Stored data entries

• • • • •

package main

import (
	"errors"
	"net/http"
	"net/url"
	"os"
	"path/filepath"
	"strings"
	"syscall"
	"testing"
)

// readOnlyView makes dir's files appear on read-only storage and returns the folder to use: as root
// (who may write whatever the permissions say) a read-only bind mount of dir, skipping the test where
// mounting is not allowed; otherwise dir itself with its write permissions taken away.
func readOnlyView(t *testing.T, dir string) string {
	t.Helper()
	if os.Geteuid() != 0 {
		entries, _ := os.ReadDir(dir)
		for _, e := range entries {
			os.Chmod(filepath.Join(dir, e.Name()), 0o444)
		}
		os.Chmod(dir, 0o555)
		t.Cleanup(func() { os.Chmod(dir, 0o755) })
		return dir
	}
	mnt := t.TempDir()
	if err := syscall.Mount(dir, mnt, "", syscall.MS_BIND, ""); err != nil {
		t.Skipf("cannot bind-mount a folder read-only here (%v)", err)
	}
	t.Cleanup(func() { syscall.Unmount(mnt, 0) })
	if err := syscall.Mount("", mnt, "", syscall.MS_REMOUNT|syscall.MS_BIND|syscall.MS_RDONLY, ""); err != nil {
		t.Skipf("cannot remount a folder read-only here (%v)", err)
	}
	if err := os.WriteFile(filepath.Join(mnt, "probe"), nil, 0o644); err == nil || !errors.Is(err, syscall.EROFS) {
		t.Skipf("the read-only mount can be written (%v)", err)
	}
	return mnt
}

// After a clean shutdown the database's folder becomes read-only storage: the server still starts (it
// says so, migrates and seeds nothing), every page carries the reading-only banner, signing in works and
// signed-in reads answer 200, and a change gets the clear 503. Before, it stopped at start-up with
// "unable to open database file".
func TestServeStartsReadOnlyOnReadOnlyStorage(t *testing.T) {
	dir := t.TempDir()
	_, stop := startServe(t, filepath.Join(dir, "coeval.db"))
	if _, err := stop(); err != nil {
		t.Fatal(err)
	}
	ro := readOnlyView(t, dir)
	base, stop := startServe(t, filepath.Join(ro, "coeval.db"))
	c := newClient()
	for _, p := range []string{"/", "/dates", "/provinces/1"} {
		status, body, _ := fetch(t, c, base+p)
		if status != http.StatusOK || !strings.Contains(body, "open for reading only") {
			t.Errorf("GET %s on read-only storage: status %d, banner %v", p, status, strings.Contains(body, "open for reading only"))
		}
	}
	signIn(t, c, base, "demo-curator")
	for _, p := range []string{"/", "/dates", "/account"} {
		if status, body, _ := fetch(t, c, base+p); status != http.StatusOK || !strings.Contains(body, "demo-curator") {
			t.Errorf("signed-in GET %s on read-only storage: status %d, signed in %v", p, status, strings.Contains(body, "demo-curator"))
		}
	}
	res, err := c.PostForm(base+"/provinces/new", url.Values{"province": {"Read-only Province"}})
	if err != nil {
		t.Fatal(err)
	}
	res.Body.Close()
	if res.StatusCode != http.StatusServiceUnavailable {
		t.Errorf("a change on read-only storage: status %d, want 503", res.StatusCode)
	}
	out, err := stop()
	if err != nil {
		t.Fatalf("serve on read-only storage: %v", err)
	}
	if !strings.Contains(out, "serving it for reading only") || strings.Contains(out, "seeded") {
		t.Errorf("start-up on read-only storage printed %q: want it to say it serves for reading only, and no seeding", out)
	}
}
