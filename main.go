// Command coeval serves the shared compilation of eruption dates and sedimentary-record ages, and imports
// and exports its CSV files. It only wires: configuration from flags and environment, the store, the
// migrations, the embedded demo scenario and the web handler.
//
//	coeval [-db FILE] [-addr HOST:PORT] [-demo=false]   serve (the default)
//	coeval [-db FILE] import KIND [SECTION] FILE         KIND: provinces, units, sections, dates; or, for one
//	                                                     section: measurements, ties, events, hiatuses
//	coeval [-db FILE] export KIND [SECTION] [-o FILE]    the same kinds, in the import formats
//	coeval [-db FILE] import dates FILE -mapping NAME    a paper's table through a saved mapping
//	coeval [-db FILE] export mappings [-o FILE]          the saved mappings (JSON); import mappings FILE
//	coeval [-db FILE] target [CODE]                      show or set the target ⁴⁰Ar/³⁹Ar calibration
package main

import (
	"bufio"
	"context"
	"embed"
	"errors"
	"flag"
	"fmt"
	"io"
	"io/fs"
	"log/slog"
	"net"
	"net/http"
	"os"
	"os/signal"
	"path/filepath"
	"strings"
	"syscall"
	"time"

	"golang.org/x/term"

	"coeval/migrations"
	"coeval/static"
	"coeval/store"
	"coeval/testdata/demo/large"
	"coeval/web"
)

//go:embed testdata/demo/*.csv
var demoFiles embed.FS

// demoLabel is shown on every page while the compilation holds the demo scenario.
const demoLabel = "The four provinces (Hvarn, Korrovask, Veldrith, Ymberlaine), their units, laboratories, citations and the five sections are an invented scenario for trying coeval out — not real measurements."

// config is everything main reads from flags and the environment.
type config struct {
	dbPath        string
	addr          string
	demo          bool
	secureCookies bool
}

func envOr(key, def string) string {
	if v := os.Getenv(key); v != "" {
		return v
	}
	return def
}

func main() {
	ctx, stop := signal.NotifyContext(context.Background(), os.Interrupt, syscall.SIGTERM)
	defer stop()
	if err := run(ctx, os.Args[1:], os.Stdout, os.Stderr); err != nil {
		if !errors.Is(err, flag.ErrHelp) {
			fmt.Fprintln(os.Stderr, "coeval:", err)
		}
		os.Exit(1)
	}
}

// run parses the command line and runs the command; it returns when the command is done or ctx ends.
func run(ctx context.Context, args []string, stdout, stderr io.Writer) error {
	cfg := config{}
	fl := flag.NewFlagSet("coeval", flag.ContinueOnError)
	fl.SetOutput(stderr)
	fl.StringVar(&cfg.dbPath, "db", envOr("COEVAL_DB", "coeval.db"), "SQLite database file (env COEVAL_DB)")
	fl.StringVar(&cfg.addr, "addr", envOr("COEVAL_ADDR", "localhost:8080"), "listen address (env COEVAL_ADDR)")
	fl.BoolVar(&cfg.demo, "demo", envOr("COEVAL_DEMO", "true") != "false", "seed the invented demo scenario into an empty database (env COEVAL_DEMO)")
	fl.BoolVar(&cfg.secureCookies, "secure-cookies", envOr("COEVAL_SECURE_COOKIES", "false") == "true", "mark the session cookie Secure: set when served over TLS (env COEVAL_SECURE_COOKIES)")
	fl.Usage = func() {
		fmt.Fprint(stderr, `usage:
  coeval [-db FILE] [-addr HOST:PORT] [-demo=false]   serve the compilation (default)
  coeval [-db FILE] import KIND [SECTION] FILE         import a CSV file, all or nothing
  coeval [-db FILE] export KIND [SECTION] [-o FILE]    export in the same format
  coeval [-db FILE] import dates FILE -mapping NAME    import a paper's table (CSV or .xlsx) through a saved mapping
  coeval [-db FILE] export mappings [-o FILE]          the saved mappings of papers' tables, as JSON
  coeval [-db FILE] import mappings FILE               read them back, all or none
  coeval [-db FILE] user add NAME -role ROLE           add an account (password from the terminal or stdin)
  coeval [-db FILE] backup FILE                        a consistent copy of the database, while it runs
  coeval [-db FILE] target [CODE]                      show the calibrations, or set the target one
  coeval [-db FILE] release create VERSION -title T    freeze the accepted records as a citable release
  coeval [-db FILE] release list | bundle VERSION -o F.zip | load F.zip   list, bundle, load into an empty database
  coeval demo large -o DIR [-provinces N …]            write a large invented compilation to import
KIND: provinces, units, sections, dates; for one SECTION: measurements, ties, events, hiatuses
flags:
`)
		fl.PrintDefaults()
	}
	if err := fl.Parse(args); err != nil {
		return err
	}
	rest := fl.Args()
	cmd := "serve"
	if len(rest) > 0 {
		cmd, rest = rest[0], rest[1:]
	}
	logger := slog.New(slog.NewTextHandler(stderr, nil))
	switch cmd {
	case "serve":
		if len(rest) > 0 {
			return fmt.Errorf("serve takes no arguments, got %q", rest)
		}
		return serve(ctx, cfg, logger, stdout)
	case "import":
		return importCmd(ctx, cfg, rest, stdout)
	case "export":
		return exportCmd(ctx, cfg, rest, stdout, stderr)
	case "user":
		return userCmd(ctx, cfg, rest, os.Stdin, stdout, stderr)
	case "backup":
		return backupCmd(ctx, cfg, rest, stdout)
	case "target":
		return targetCmd(ctx, cfg, rest, stdout)
	case "demo":
		return demoCmd(rest, stdout, stderr)
	case "release":
		return releaseCmd(ctx, cfg, rest, stdout, stderr)
	}
	fl.Usage()
	return fmt.Errorf("unknown command %q", cmd)
}

// openStore opens and migrates the database file.
func openStore(ctx context.Context, path string) (*store.DB, error) {
	db, err := store.Open(ctx, path)
	if err != nil {
		return nil, err
	}
	if _, err := db.Migrate(ctx, migrations.FS); err != nil {
		db.Close()
		return nil, err
	}
	return db, nil
}

func demoFS() fs.FS {
	sub, err := fs.Sub(demoFiles, "testdata/demo")
	if err != nil {
		panic(err) // the embed pattern guarantees the folder
	}
	return sub
}

// openForServing opens and migrates the database; when it cannot be written (read-only storage, a full
// disk) but is already migrated, it opens it read-only instead, so the compilation can still be read.
func openForServing(ctx context.Context, path string, logger *slog.Logger) (*store.DB, error) {
	db, err := openStore(ctx, path)
	if err == nil || !store.IsUnwritable(err) {
		return db, err
	}
	ro, roErr := store.OpenReadOnly(ctx, path)
	if roErr != nil {
		return nil, err
	}
	pending, perr := ro.PendingMigrations(ctx, migrations.FS)
	if perr != nil || len(pending) > 0 {
		ro.Close()
		if perr != nil {
			return nil, perr
		}
		return nil, fmt.Errorf("the database %s cannot be written (%v) and needs updating to this version of coeval (migrations %v): make it writable and start again", path, err, pending)
	}
	logger.Warn("the database cannot be written: serving it read-only; sign-ins last until the server stops", "db", path, "err", err)
	return ro, nil
}

func serve(ctx context.Context, cfg config, logger *slog.Logger, stdout io.Writer) error {
	db, err := openForServing(ctx, cfg.dbPath, logger)
	if err != nil {
		return err
	}
	defer db.Close()
	if db.ReadOnly() {
		fmt.Fprintf(stdout, "coeval: %s cannot be written (read-only storage or a full disk); serving it for reading only\n", cfg.dbPath)
	}
	if cfg.demo && !db.ReadOnly() {
		seeded, results, err := db.SeedDemo(ctx, demoFS(), demoLabel)
		if err != nil {
			return err
		}
		if seeded {
			fmt.Fprintf(stdout, "coeval: %s was empty; seeded the invented demo scenario (%d files)\n", cfg.dbPath, len(results))
		}
	}
	// Uploads checked more than a day ago and never imported are dropped (also on every new upload). A
	// database that cannot be written keeps them; serving goes on.
	if n, err := db.PurgeUploads(ctx); err != nil {
		logger.Warn("uploads not purged", "err", err)
	} else if n > 0 {
		logger.Info("purged uploads checked more than a day ago and never imported", "count", n)
	}
	ln, err := net.Listen("tcp", cfg.addr)
	if err != nil {
		return fmt.Errorf("listen on %s: %w", cfg.addr, err)
	}
	srv := &http.Server{
		Handler:           web.NewHandler(db, logger, static.FS, web.WithSecureCookies(cfg.secureCookies)),
		ReadHeaderTimeout: 10 * time.Second,
		ReadTimeout:       5 * time.Minute, // uploads of large files
		WriteTimeout:      5 * time.Minute,
		IdleTimeout:       2 * time.Minute,
	}
	fmt.Fprintf(stdout, "coeval: serving http://%s (database %s); Ctrl-C stops\n", displayAddr(ln.Addr()), cfg.dbPath)
	errc := make(chan error, 1)
	go func() { errc <- srv.Serve(ln) }()
	select {
	case err := <-errc:
		return err
	case <-ctx.Done():
	}
	shutdownCtx, cancel := context.WithTimeout(context.Background(), 10*time.Second)
	defer cancel()
	if err := srv.Shutdown(shutdownCtx); err != nil {
		return fmt.Errorf("shutdown: %w", err)
	}
	fmt.Fprintln(stdout, "coeval: stopped")
	return nil
}

// displayAddr turns a wildcard listen address into one a browser can open.
func displayAddr(a net.Addr) string {
	s := a.String()
	host, port, err := net.SplitHostPort(s)
	if err != nil {
		return s
	}
	if host == "" || host == "::" || host == "0.0.0.0" || host == "127.0.0.1" {
		host = "localhost"
	}
	return net.JoinHostPort(host, port)
}

// kindArgs splits KIND [SECTION] and checks that the section is given exactly when the kind needs it.
func kindArgs(verb string, args []string, wantFile bool) (kind, section string, rest []string, err error) {
	if len(args) == 0 {
		return "", "", nil, fmt.Errorf("%s: want KIND (provinces, units, sections, dates, measurements, ties, events, hiatuses)", verb)
	}
	kind, args = args[0], args[1:]
	perSection, ok := store.ExportKinds[kind]
	if !ok {
		return "", "", nil, fmt.Errorf("%s: unknown kind %q; want provinces, units, sections, dates, measurements, ties, events or hiatuses", verb, kind)
	}
	if perSection {
		if len(args) == 0 {
			return "", "", nil, fmt.Errorf("%s %s: want the section name, e.g. %s %s \"Skarfell Creek\" FILE.csv", verb, kind, verb, kind)
		}
		section, args = args[0], args[1:]
	}
	if wantFile && len(args) != 1 {
		return "", "", nil, fmt.Errorf("%s %s: want one FILE.csv after the kind%s", verb, kind, map[bool]string{true: " and section", false: ""}[perSection])
	}
	return kind, section, args, nil
}

// mappingFlag takes "-mapping NAME" (or -mapping=NAME, with one or two dashes) out of args.
func mappingFlag(args []string) (name string, rest []string, err error) {
	for i := 0; i < len(args); i++ {
		a := args[i]
		flagName, value, hasValue := strings.Cut(strings.TrimLeft(a, "-"), "=")
		if !strings.HasPrefix(a, "-") || flagName != "mapping" {
			rest = append(rest, a)
			continue
		}
		if !hasValue {
			if i+1 >= len(args) {
				return "", nil, fmt.Errorf("import: -mapping wants the name of a saved mapping")
			}
			i++
			value = args[i]
		}
		name = value
	}
	return name, rest, nil
}

func importCmd(ctx context.Context, cfg config, args []string, stdout io.Writer) error {
	if len(args) > 0 && args[0] == "mappings" {
		return importMappingsCmd(ctx, cfg, args[1:], stdout)
	}
	mapping, args, err := mappingFlag(args)
	if err != nil {
		return err
	}
	kind, section, rest, err := kindArgs("import", args, true)
	if err != nil {
		return err
	}
	file := rest[0]
	if mapping != "" && kind != "dates" {
		return fmt.Errorf("import %s: -mapping reads dates only", kind)
	}
	db, err := openStore(ctx, cfg.dbPath)
	if err != nil {
		return err
	}
	defer db.Close()
	if mapping != "" {
		return importMappedCmd(ctx, db, cfg, mapping, file, stdout)
	}
	abs, err := filepath.Abs(file)
	if err != nil {
		return err
	}
	res, err := db.Import(ctx, kind, section, os.DirFS(filepath.Dir(abs)), filepath.Base(abs))
	if err != nil {
		return importError(err, file, cfg)
	}
	fmt.Fprintln(stdout, res.String())
	return nil
}

// importError says why an import was refused: its problems, or a database that cannot be written.
func importError(err error, file string, cfg config) error {
	if ve, ok := store.AsValidation(err); ok {
		return fmt.Errorf("import %s rejected, nothing was imported:\n%s", file, indent(ve.Problems))
	}
	if store.IsUnwritable(err) {
		return fmt.Errorf("import %s: the database %s cannot be written (read-only or disk full); nothing was imported", file, cfg.dbPath)
	}
	return err
}

func indent(ps []store.Problem) string {
	lines := make([]string, len(ps))
	for i, p := range ps {
		lines[i] = "  " + p.String()
	}
	return strings.Join(lines, "\n")
}

// importMappedCmd imports a table as a paper publishes it through a saved mapping, all or nothing.
func importMappedCmd(ctx context.Context, db *store.DB, cfg config, name, file string, stdout io.Writer) error {
	m, err := db.MappingByName(ctx, name)
	if errors.Is(err, store.ErrNotFound) {
		ms, _ := db.Mappings(ctx)
		names := make([]string, len(ms))
		for i, x := range ms {
			names[i] = x.Name
		}
		return fmt.Errorf("import %s: no saved mapping named %q (saved: %s)", file, name, orNone(names))
	} else if err != nil {
		return err
	}
	body, err := os.ReadFile(file)
	if err != nil {
		return err
	}
	res, mp, err := db.ImportMapped(ctx, m, filepath.Base(file), body)
	if err != nil {
		return importError(err, file, cfg)
	}
	fmt.Fprintln(stdout, res.String())
	for _, sk := range mp.Skipped {
		fmt.Fprintf(stdout, "  skipped line %d (%s): %s\n", sk.Line, sk.Reason, sk.Text)
	}
	return nil
}

func orNone(ss []string) string {
	if len(ss) == 0 {
		return "none"
	}
	return strings.Join(ss, ", ")
}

• • • • •

Supply the number of lines above that contain the word "migrates", and nothing else.

3